# Poll - Slimline, Evo, or Bodies



## Dslot (Sep 2, 2007)

*Poll - New Products*

Awww, heck.
I was just practicing in how to post a poll, and thought I cancelled the post - but a partial version of my message posted. Since Piz has already answered, let's just leave it up as a more open ended question.

Please choose *one product* as the one you are most interested in and *would be willing to buy several of*, in the first months after introduction. Assuming a chassis price point a bit higher than a standard T-Dash chassis. Add comments, if you wish.

*DEFINITIONS*

EVO
A proposed version of the T-Dash chassis, featuring 
- a removable magnet across the width of the chassis. There will be different strengths available, as well as a brass insert if you want better handling over a stock T-Dash, but without the magnetic down force.
- Magna-Trac type electrical connectors on the bottom with brush cups, and tri-or quadra-lam armature.
- snap-in rear axle, wider wheels & tires.

SLIMLINE
A proposed revival of the Aurora Slimline (narrow) chassis re-engineered with Dash-quality magnets and other changes for power and reliability roughly equal to a full-sized T-Jet.

BODIES
Choose this answer if you'd rather see new-style bodies produced than a new chassis type. Name particular bodies desired, if you wish.


----------



## Piz (Apr 22, 2002)

Magnatraction afx type bodies


----------



## Dslot (Sep 2, 2007)

Comment deleted. Text combined with first post.


----------



## mrtjet (Dec 3, 2013)

Slimline chassis and slimline bodies. Evo? NO! Traction magnets on a pancake? Blasfamy! JMHO.


----------



## Gear Head (Mar 22, 2005)

^^^^ Ditto!


----------



## 60chevyjim (Feb 21, 2008)

tjet classic car bodys that were not made already
except the henry j ... MORE HENRY J's PLEASE !!!
slim line chassis and classic American street car & truck bodys
NO tjet evo chassis there are enough magnet chassis already
even though they don't have screw on type body mounts.


----------



## Grandcheapskate (Jan 5, 2006)

D,
I don't know if you can modifiy your poll selections, but it would be interesting if you included both an AFX and Magna-Traction choice. Personally I would love to get my hands on more standard AFX and Magna-Tractions made of good quality.

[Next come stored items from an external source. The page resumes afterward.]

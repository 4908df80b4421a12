"""Reaction kinetics with parameter values bound: the plain data every analysis takes."""

from __future__ import annotations

from collections.abc import Callable
from dataclasses import dataclass, field

import numpy as np

__all__ = ["Kinetics", "conserved_basis", "reduced_eigenvalues"]


@dataclass(frozen=True)
class Kinetics:
    """Kinetics of one model at one parameter point.

    Attributes
    ----------
    species : names in order; index ``i`` of every array below is species ``species[i]``.
    diffusion : ``(n,)`` diffusion coefficients (0 allowed).
    slow : ``(n,)`` bool, True for slow (membrane-like) species, False for fast ones.
    conservation : ``(c, n)`` rows ``w`` with ``w @ reaction(u) == 0`` identically (may be ``(0, n)``).
    reaction : ``u (n, m) -> f (n, m)``, vectorised over ``m`` points.
    jacobian : ``u (n, m) -> J (n, n, m)`` with ``J[i, j] = d f_i / d u_j``.
    dparam : ``u (n, m) -> (n, m)``, derivative of the reaction in the sweep parameter, or None.
    params : the parameter values bound, for reports.
    """

    species: tuple[str, ...]
    diffusion: np.ndarray
    slow: np.ndarray
    conservation: np.ndarray
    reaction: Callable[[np.ndarray], np.ndarray]
    jacobian: Callable[[np.ndarray], np.ndarray]
    dparam: Callable[[np.ndarray], np.ndarray] | None = None
    params: dict[str, float] = field(default_factory=dict)

    @property
    def n(self) -> int:
        """Number of species."""
        return len(self.species)

    def f(self, u: np.ndarray) -> np.ndarray:
        """Reaction at a single state ``u (n,)``, returned as ``(n,)``."""
        return self.reaction(np.asarray(u, dtype=float)[:, None])[:, 0]

    def jac(self, u: np.ndarray) -> np.ndarray:
        """Jacobian at a single state ``u (n,)``, returned as ``(n, n)``."""
        return self.jacobian(np.asarray(u, dtype=float)[:, None])[:, :, 0]


def conserved_basis(conservation: np.ndarray, n: int) -> np.ndarray:
    """Orthonormal basis ``Q (n, n - c)`` of the directions that keep every conserved total fixed."""
    w = np.asarray(conservation, dtype=float).reshape(-1, n)
    if w.shape[0] == 0:
        return np.eye(n)
    _, s, vt = np.linalg.svd(w)
    rank = int(np.sum(s > 1e-12 * max(1.0, s.max())))
    return vt[rank:].T


def reduced_eigenvalues(jac: np.ndarray, conservation: np.ndarray) -> np.ndarray:
    """Eigenvalues of ``jac`` with the conserved directions' structural zeros left out.

    For a conserved row ``w`` (``w @ J == 0``) the range of ``J`` lies in ``w``'s null space, so
    ``Q.T @ J @ Q`` on an orthonormal basis ``Q`` of that space carries every other eigenvalue.
    """
    jac = np.asarray(jac, dtype=float)
    q = conserved_basis(conservation, jac.shape[0])
    return np.linalg.eigvals(q.T @ jac @ q)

I would rather see these than any of the other choices - although I did suggest to Dan way back that he modify the T-Dash to make a Magna-Jet. My suggestion was based on the fact he could use most of the T-Dash parts therefore saving tooling costs; plus some of the Magna-Jet parts (like magnets) could then be used in a Magna-Traction (much like many T-Dash parts could be used in an AFX). He decided to develope the EVO instead which is slightly different than the design I had proposed.

Joe


----------



## TUFFONE (Dec 21, 2004)

I would like to see more T-Jet bodies. To name a few: XL500, Lincoln, Galaxie's in more different colors. I would want mostly re-pops of original T-Jet bodies in different colors or rare colors,like a sea foam green Charger for example. Or some big Pontiac's (Bonneville,Catalina)or some big Chevy Impala's. Late 60's,early 70's Grand Prix would certainly sell. Don't need any AFX or any chassis besides what has already been done and maybe a slimline that runs good.


----------



## dtomol (Mar 30, 2005)

*Poll Slimline,EVO or Bodies*

That is a very tuff choice for me as I would like to see all Three. First the T-Dash EVO then The SlimLine then more Bodies!


----------



## 41-willys (Jan 7, 2000)

I would like the slimline for customs and more bodys


----------



## Shadowracer (Sep 11, 2004)

Keep the current T dash an evergreen product and make more bodies.


----------



## rholmesr (Oct 8, 2010)

I would like slimmies with bodies to match.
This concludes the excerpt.